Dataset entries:
-- Opening Marker --

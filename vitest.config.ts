import { defineConfig } from "vitest/config";
import path from "node:path";

const root = import.meta.dirname;

// Two projects: "unit" is pure lib code; "integration" talks to the real PostgreSQL
// that scripts/test.ts provisions (DATABASE_URL points at it).
export default defineConfig({
  resolve: {
    alias: {
      "@": root,
      // 'server-only' throws outside React Server Components; tests import server code directly.
      "server-only": path.join(root, "tests/support/empty-module.ts"),
    },
  },
  test: {
    projects: [
      {
        extends: true,
        test: { name: "unit", include: ["tests/unit/**/*.test.ts"], environment: "node", setupFiles: ["tests/support/fast-check-seed.ts"] },
      },
      {
        extends: true,
        test: {
          name: "integration",
          include: ["tests/integration/**/*.test.ts"],
          environment: "node",
          fileParallelism: false,
          testTimeout: 30_000,
          hookTimeout: 60_000,
        },
      },
    ],
  },
});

-- Closing Marker --

■ **What the task requires**:
Each line of the records belongs in the answer, reproduced exactly.

■ **Exercise result**:
filename vitest.config.ts
import { defineConfig } from "vitest/config";
import path from "node:path";

const root = import.meta.dirname;

// Two projects: "unit" is pure lib code; "integration" talks to the real PostgreSQL
// that scripts/test.ts provisions (DATABASE_URL points at it).
export default defineConfig({
  resolve: {
    alias: {
      "@": root,
      // 'server-only' throws outside React Server Components; tests import server code directly.
      "server-only": path.join(root, "tests/support/empty-module.ts"),
    },
  },
  test: {
    projects: [
      {
        extends: true,
        test: { name: "unit", include: ["tests/unit/**/*.test.ts"], environment: "node", setupFiles: ["tests/support/fast-check-seed.ts"] },
      },
      {
        extends: true,
        test: {
          name: "integration",
          include: ["tests/integration/**/*.test.ts"],
          environment: "node",
          fileParallelism: false,
          testTimeout: 30_000,
          hookTimeout: 60_000,
        },
      },
    ],
  },
});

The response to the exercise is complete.